Figure 4. Inhibition of hIL5-induced Reporter Activity by Abs in IL5 Effector Reporter Cell (C9).

Cell Resuscitation
1)Rapidly thaw the frozen cells in a 37 °C water bath for approximately 60 seconds. Once thawed (which may take slightly less or more than 60 seconds), immediately transfer the cell suspension from the cryovial into a 15 mL centrifuge tube containing 10 mL of pre-warmed  HEK293 Human IL5 Effector Reporter Cell complete culture medium.
2)Centrifuge cells at 1000 rpm for 5 min to remove medium, then resuspend cells in 5 mL of pre-warmed complete medium.
3)Transfer the cell suspension into a T25 culture flask and incubate at 37 °C with 5% CO₂.
4)After approximately 24–36 hours, replace the medium or passage the cells to remove non-adherent dead cells.

Subculturing procedure
1)When the cell density reaches the appropriate confluency for passaging, wash the cells with PBS, then add 1 mL trypsin to detach the cells. When more than 80% of the cells detach upon gently tapping the culture flask, add complete culture medium to terminate digestion. Gently pipette to obtain a single-cell suspension, transfer to a 15 mL centrifuge tube, and centrifuge at 1000 rpm for 5 minutes.

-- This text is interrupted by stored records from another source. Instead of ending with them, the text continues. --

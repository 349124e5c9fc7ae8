import { DataTypes, type QueryInterface } from "sequelize";

/** Each owner decision on a revision in review: approved (with the reason when one was needed) or returned. */
export async function up(qi: QueryInterface) {
  await qi.createTable("approvals", {
    id: { type: DataTypes.INTEGER.UNSIGNED, autoIncrement: true, primaryKey: true },
    revision_id: {
      type: DataTypes.INTEGER.UNSIGNED,
      allowNull: false,
      references: { model: "quote_revisions", key: "id" },
      onDelete: "CASCADE",
    },
    company_id: {
      type: DataTypes.INTEGER.UNSIGNED,
      allowNull: false,
      references: { model: "companies", key: "id" },
      onDelete: "RESTRICT",
    },
    owner_id: {
      type: DataTypes.INTEGER.UNSIGNED,
      allowNull: true,
      references: { model: "users", key: "id" },
      onDelete: "SET NULL",
    },
    decision: { type: DataTypes.ENUM("approved", "returned"), allowNull: false },
    reason_or_comment: { type: DataTypes.TEXT, allowNull: true },
    margin_pct: { type: DataTypes.DECIMAL(7, 3), allowNull: false },
    created_at: { type: DataTypes.DATE, allowNull: false },
  });
  await qi.addIndex("approvals", ["revision_id", "created_at"], { name: "approvals_revision" });
  await qi.addIndex("approvals", ["company_id", "created_at"], { name: "approvals_company" });
}

export async function down(qi: QueryInterface) {
  await qi.dropTable("approvals");
}
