import { DataTypes, type QueryInterface } from "sequelize";

export async function up(qi: QueryInterface) {
  await qi.createTable("users", {
    id: { type: DataTypes.INTEGER.UNSIGNED, autoIncrement: true, primaryKey: true },
    company_id: {
      type: DataTypes.INTEGER.UNSIGNED,
      allowNull: false,
      references: { model: "companies", key: "id" },
      onDelete: "RESTRICT",
    },
    email: { type: DataTypes.STRING(254), allowNull: false, unique: true },
    name: { type: DataTypes.STRING(120), allowNull: false },
    role: { type: DataTypes.ENUM("owner", "estimator", "crew"), allowNull: false },
    password_hash: { type: DataTypes.STRING(100), allowNull: false },
    active: { type: DataTypes.BOOLEAN, allowNull: false, defaultValue: true },
    last_login_at: { type: DataTypes.DATE, allowNull: true },
    created_at: { type: DataTypes.DATE, allowNull: false },
    updated_at: { type: DataTypes.DATE, allowNull: false },
  });
  await qi.addIndex("users", ["company_id", "role", "active"], { name: "users_company_role_active" });
}

export async function down(qi: QueryInterface) {
  await qi.dropTable("users");
}
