import { beforeEach, describe, expect, it } from "vitest";
import request from "supertest";
import { computeTakeoff } from "../../shared/engine/takeoff";
import { hipRoof } from "../../shared/engine/roof/generators";
import { createTestApp } from "../helpers/app";
import { signedInAgent } from "../helpers/auth";
import { countRows, truncateAll } from "../helpers/db";
import { assignCrew, buildJob, roofBody, saveRoofFor } from "../helpers/job-factories";
import { AuditEvent, Job, Roof } from "../../server/models/index";
import { rulesForCompany } from "../../server/services/price-book-rules";

beforeEach(truncateAll);

const underlay = { src: "/api/files/plan-17", originFt: [-5, -5] as [number, number], widthFt: 80, rotationDeg: 0, opacity: 0.4, visible: true };

describe("GET /api/jobs/:id/roof", () => {
  it("answers a job without a roof with version 0 and empty arrays", async () => {
    const { agent, user } = await signedInAgent({ role: "estimator" });
    const job = await buildJob({ companyId: user.companyId });
    const res = await agent.get(`/api/jobs/${job.id}/roof`);
    expect(res.status).toBe(200);
    expect(res.body).toEqual({ data: { planes: [], stacks: [], defaultStackId: "", version: 0 } });
    expect((await agent.get(`/api/jobs/${job.id}/takeoff`)).body).toEqual({ data: null });
  });

  it("lets assigned crew read the roof and takeoff, answers 404 to other crew and other companies", async () => {
    const { agent, user } = await signedInAgent({ role: "crew" });
    const mine = await buildJob({ companyId: user.companyId });
    const notMine = await buildJob({ companyId: user.companyId });
    await assignCrew(mine.id, [user.id]);
    await saveRoofFor(mine);
    await saveRoofFor(notMine);
    const roof = await agent.get(`/api/jobs/${mine.id}/roof`);
    expect(roof.status).toBe(200);
    expect(roof.body.data.version).toBe(1);
    const takeoff = await agent.get(`/api/jobs/${mine.id}/takeoff`);
    expect(takeoff.status).toBe(200);
    expect(takeoff.body.data.totals.squares).toBeGreaterThan(0);
    // The takeoff has quantities, never prices.
    const keys: string[] = [];
    JSON.stringify(takeoff.body, (k, v) => (k && keys.push(k), v));
    expect(keys.filter((k) => /cost|price|margin|cents/i.test(k))).toEqual([]);
    expect((await agent.get(`/api/jobs/${notMine.id}/roof`)).status).toBe(404);
    expect((await agent.get(`/api/jobs/${notMine.id}/takeoff`)).status).toBe(404);

    const { agent: owner } = await signedInAgent({ role: "owner" });
    expect((await owner.get(`/api/jobs/${mine.id}/roof`)).status).toBe(404);
    expect((await owner.get(`/api/jobs/${mine.id}/takeoff`)).status).toBe(404);
    expect((await request(createTestApp()).get(`/api/jobs/${mine.id}/roof`)).status).toBe(401);
  });
});

describe("PUT /api/jobs/:id/roof", () => {
  it("first save (version 0) creates version 1, stores the engine's takeoff, sets squares and moves the lead to estimating", async () => {
    const { agent, token, user } = await signedInAgent({ role: "estimator" });
    const job = await buildJob({ companyId: user.companyId, status: "lead" });
    const res = await agent.put(`/api/jobs/${job.id}/roof`).set("X-CSRF-Token", token).send(roofBody(0, { underlay }));
    expect(res.status).toBe(200);
    const data = res.body.data;
    expect(data.version).toBe(1);
    expect(data.planes.map((p: { id: string }) => p.id)).toEqual(["house-s", "house-n", "porch-1"]);
    expect(data.underlay).toEqual(underlay);
    expect(data.defaultStackId).toBe("main");

    // The stored takeoff is exactly the engine's result for the stored roof, the job's site and the company's rules.
    const stored = await Roof.findOne({ where: { jobId: job.id } });
    const row = await Job.findByPk(job.id);
    const doc = (await agent.get(`/api/jobs/${job.id}/roof`)).body.data;
    const expected = computeTakeoff({
      site: row!.site,
      planes: doc.planes,
      stacks: doc.stacks,
      defaultStackId: doc.defaultStackId,
      rules: await rulesForCompany(user.companyId),
    });
    expect(expected.ok).toBe(true);
    if (!expected.ok) return;
    expect(stored!.takeoff).toEqual(JSON.parse(JSON.stringify(expected.result)));
    expect(data.takeoff).toEqual(stored!.takeoff);
    expect((await agent.get(`/api/jobs/${job.id}/takeoff`)).body.data).toEqual(stored!.takeoff);

    // 40 × 30 ft gable at 6/12: 1200 ft² plan × √(6² + 12²)/12 = 1341.64 ft²; porch 12 × 8 at 2/12:
    // 96 × √(2² + 12²)/12 = 97.33 ft²; together 14.39 squares (rafter-table slope factors).
    expect(data.takeoff.totals.squares).toBeCloseTo((1200 * Math.hypot(6, 12) / 12 + 96 * Math.hypot(2, 12) / 12) / 100, 6);
    expect(row!.status).toBe("estimating");
    expect(Number(row!.squares)).toBeCloseTo(14.39, 2);

    const events = await AuditEvent.findAll({ where: { jobId: job.id }, order: [["id", "ASC"]] });
    expect(events.map((e) => [e.entityType, e.action])).toEqual([
      ["roof", "created"],
      ["job", "status_changed"],
    ]);
    expect(events[1].changes).toEqual({ status: { from: "lead", to: "estimating" }, reason: "first roof saved" });
  });

  it("does not move a job that is past lead", async () => {
    const { agent, token, user } = await signedInAgent({ role: "owner" });
    const job = await buildJob({ companyId: user.companyId, status: "won" });
    expect((await agent.put(`/api/jobs/${job.id}/roof`).set("X-CSRF-Token", token).send(roofBody(0))).status).toBe(200);
    expect((await Job.findByPk(job.id))!.status).toBe("won");
  });

  it("adds 1 per accepted save, keeps the underlay when a save leaves it out and removes it on null", async () => {
    const { agent, token, user } = await signedInAgent({ role: "estimator" });
    const job = await buildJob({ companyId: user.companyId });
    await agent.put(`/api/jobs/${job.id}/roof`).set("X-CSRF-Token", token).send(roofBody(0, { underlay })).expect(200);
    // the job's last change is set back an hour, so the next save is seen to move it
    await Job.update({ updatedAt: new Date(Date.now() - 3_600_000) }, { where: { id: job.id }, silent: true });
    const hip = hipRoof(50, 30, 8, { idPrefix: "hip" });
    const second = await agent.put(`/api/jobs/${job.id}/roof`).set("X-CSRF-Token", token).send(roofBody(1, { planes: hip }));
    expect(second.status).toBe(200);
    expect(second.body.data.version).toBe(2);
    expect(second.body.data.underlay).toEqual(underlay);
    expect(second.body.data.planes).toHaveLength(4);
    // 50 × 30 hip at 8/12: 1500 ft² × √(8² + 12²)/12 = 1802.78 ft² (rafter-table slope factor).
    expect(second.body.data.takeoff.totals.squares).toBeCloseTo((1500 * Math.hypot(8, 12)) / 12 / 100, 6);
    const afterSecond = (await Job.findByPk(job.id))!;
    expect(Number(afterSecond.squares)).toBeCloseTo(18.03, 2);
    expect(Date.now() - afterSecond.updatedAt.getTime()).toBeLessThan(60_000);
    const saved = await AuditEvent.findAll({ where: { jobId: job.id, entityType: "roof", action: "saved" } });
    expect(saved.map((e) => e.changes)).toEqual([
      { version: { from: 1, to: 2 }, planes: 4, stacks: 2, squares: 18.03 },
    ]);
    const third = await agent.put(`/api/jobs/${job.id}/roof`).set("X-CSRF-Token", token).send(roofBody(2, { underlay: null }));
    expect(third.body.data.version).toBe(3);
    expect(third.body.data).not.toHaveProperty("underlay");
    expect((await agent.get(`/api/jobs/${job.id}/roof`)).body.data).not.toHaveProperty("underlay");
  });

  it("of two saves with the same version, one wins and the other gets 409 with the current version; nothing is overwritten", async () => {
    const app = createTestApp();
    const a = await signedInAgent({ role: "estimator" }, app);
    const b = await signedInAgent({ role: "owner", companyId: a.user.companyId }, app);
    const job = await buildJob({ companyId: a.user.companyId });
    await a.agent.put(`/api/jobs/${job.id}/roof`).set("X-CSRF-Token", a.token).send(roofBody(0)).expect(200);

    const fromA = roofBody(1, { planes: hipRoof(30, 30, 6, { idPrefix: "a" }) });
    const fromB = roofBody(1, { planes: hipRoof(44, 26, 10, { idPrefix: "b" }) });
    const [ra, rb] = await Promise.all([
      a.agent.put(`/api/jobs/${job.id}/roof`).set("X-CSRF-Token", a.token).send(fromA),
      b.agent.put(`/api/jobs/${job.id}/roof`).set("X-CSRF-Token", b.token).send(fromB),
    ]);
    expect([ra.status, rb.status].sort()).toEqual([200, 409]);
    const [winner, loser, winnerPrefix] = ra.status === 200 ? [ra, rb, "a-"] : [rb, ra, "b-"];
    expect(winner.body.data.version).toBe(2);
    expect(loser.body).toMatchObject({ error: { code: "stale_version" }, currentVersion: 2 });
    const stored = (await a.agent.get(`/api/jobs/${job.id}/roof`)).body.data;
    expect(stored.version).toBe(2);
    expect(stored.planes.every((p: { id: string }) => p.id.startsWith(winnerPrefix))).toBe(true);
    expect((await AuditEvent.count({ where: { jobId: job.id, entityType: "roof" } }))).toBe(2);

    // A save from the stale copy later is refused too, and a save at the current version goes through.
    const late = await a.agent.put(`/api/jobs/${job.id}/roof`).set("X-CSRF-Token", a.token).send(roofBody(1));
    expect(late.status).toBe(409);
    expect(late.body.currentVersion).toBe(2);
    const ahead = await a.agent.put(`/api/jobs/${job.id}/roof`).set("X-CSRF-Token", a.token).send(roofBody(7));
    expect(ahead.status).toBe(409);
    expect(ahead.body.currentVersion).toBe(2);
    const ok = await a.agent.put(`/api/jobs/${job.id}/roof`).set("X-CSRF-Token", a.token).send(roofBody(2));
    expect(ok.status).toBe(200);
    expect(ok.body.data.version).toBe(3);
  });

  it("refuses a second first save (version 0 once a roof exists) with 409", async () => {
    const { agent, token, user } = await signedInAgent({ role: "estimator" });
    const job = await buildJob({ companyId: user.companyId });
    const [r1, r2] = await Promise.all([
      agent.put(`/api/jobs/${job.id}/roof`).set("X-CSRF-Token", token).send(roofBody(0)),
      agent.put(`/api/jobs/${job.id}/roof`).set("X-CSRF-Token", token).send(roofBody(0, { planes: hipRoof(20, 20, 4) })),
    ]);
    expect([r1.status, r2.status].sort()).toEqual([200, 409]);
    expect((r1.status === 409 ? r1 : r2).body.currentVersion).toBe(1);
    expect(await countRows("roofs")).toBe(1);
  });

  it("answers bad input with 400 and field paths, and stores nothing", async () => {
    const { agent, token, user } = await signedInAgent({ role: "estimator" });
    const job = await buildJob({ companyId: user.companyId });
    const body = roofBody(0);
    const res = await agent
      .put(`/api/jobs/${job.id}/roof`)
      .set("X-CSRF-Token", token)
      .send({
        ...body,
        version: -1,
        planes: [
          { ...body.planes[0], pitch: 30 },
          { ...body.planes[1], outline: [[0, 0], [1, 1]] },
        ],
        underlay: { src: "https://elsewhere.example.com/x.png", widthFt: 0 },
      });
    expect(res.status).toBe(400);
    expect(res.body.error.fields).toMatchObject({
      version: "Must be 0 or more",
      "planes.0.pitch": "Pitch must be at most 24",
      "planes.1.outline": "A plane needs at least 3 corners",
      "underlay.src": "Use a path on this server, such as /api/files/123",
      "underlay.widthFt": "Must be more than 0",
    });
    // The takeoff input's cross-checks: an unknown stack, an eave edge out of range, a self-crossing outline.
    const cross = await agent
      .put(`/api/jobs/${job.id}/roof`)
      .set("X-CSRF-Token", token)
      .send({
        ...body,
        planes: [
          { ...body.planes[0], stackId: "nope" },
          { ...body.planes[1], eaveEdge: 9 },
          { id: "bow", name: "Bow tie", pitch: 4, eaveEdge: 0, outline: [[0, 0], [10, 10], [10, 0], [0, 10]] },
        ],
      });
    expect(cross.status).toBe(400);
    expect(cross.body.error.fields).toEqual({
      "planes.0.stackId": 'Unknown assembly "nope"',
      "planes.1.eaveEdge": "The eave edge must be an edge number from 0 to 3",
      "planes.2.outline": "The outline crosses itself (edges 0 and 2)",
    });
    const empty = await agent.put(`/api/jobs/${job.id}/roof`).set("X-CSRF-Token", token).send({ version: 0 });
    expect(empty.status).toBe(400);
    expect(Object.keys(empty.body.error.fields).sort()).toEqual(["defaultStackId", "planes", "stacks"]);
    expect(await countRows("roofs")).toBe(0);
    expect((await Job.findByPk(job.id))!.status).toBe("lead");
  });

  it("refuses crew with 403, another company's job with 404 (before validating), anonymous with 401 and no CSRF token with 403", async () => {
    const { agent, token, user } = await signedInAgent({ role: "crew" });
    const job = await buildJob({ companyId: user.companyId });
    await assignCrew(job.id, [user.id]);
    expect((await agent.put(`/api/jobs/${job.id}/roof`).set("X-CSRF-Token", token).send(roofBody(0))).status).toBe(403);

    const { agent: owner, token: ownerToken } = await signedInAgent({ role: "owner" });
    const foreign = await owner.put(`/api/jobs/${job.id}/roof`).set("X-CSRF-Token", ownerToken).send({ nonsense: true });
    expect(foreign.status).toBe(404);

    const anon = request.agent(createTestApp());
    const csrf = (await anon.get("/api/auth/csrf")).body.token;
    expect((await anon.put(`/api/jobs/${job.id}/roof`).set("X-CSRF-Token", csrf).send(roofBody(0))).status).toBe(401);

    const { agent: est } = await signedInAgent({ role: "estimator", companyId: user.companyId });
    const noToken = await est.put(`/api/jobs/${job.id}/roof`).send(roofBody(0));
    expect(noToken.status).toBe(403);
    expect(noToken.body.error.code).toBe("csrf");
    expect(await countRows("roofs")).toBe(0);
  });

  it("refuses a save on an archived job with 409", async () => {
    const { agent, token, user } = await signedInAgent({ role: "owner" });
    const job = await buildJob({ companyId: user.companyId, archivedAt: new Date() });
    const res = await agent.put(`/api/jobs/${job.id}/roof`).set("X-CSRF-Token", token).send(roofBody(0));
    expect(res.status).toBe(409);
    expect(res.body.error.code).toBe("archived");
    expect(await countRows("roofs")).toBe(0);
  });
});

2)Discard supernatant after centrifugation. Resuspend cells in fresh medium to a single-cell suspension and transfer to a new culture flask for continued growth.

Cell Freezing
After trypsinization and centrifugation of cells from each T75 flask or 10 cm culture dish, discard the supernatant. Add 2 mL of cryopreservation medium (90% FBS + 10% DMSO), gently resuspend thoroughly, and aliquot into two cryovials. Immediately place the cryovials into a controlled-rate freezing container (e.g., Nalgene 5100-0001), fill with isopropanol to the indicated level, and store at −80 °C. After 24 hours, transfer the cryovials to liquid nitrogen for long-term storage.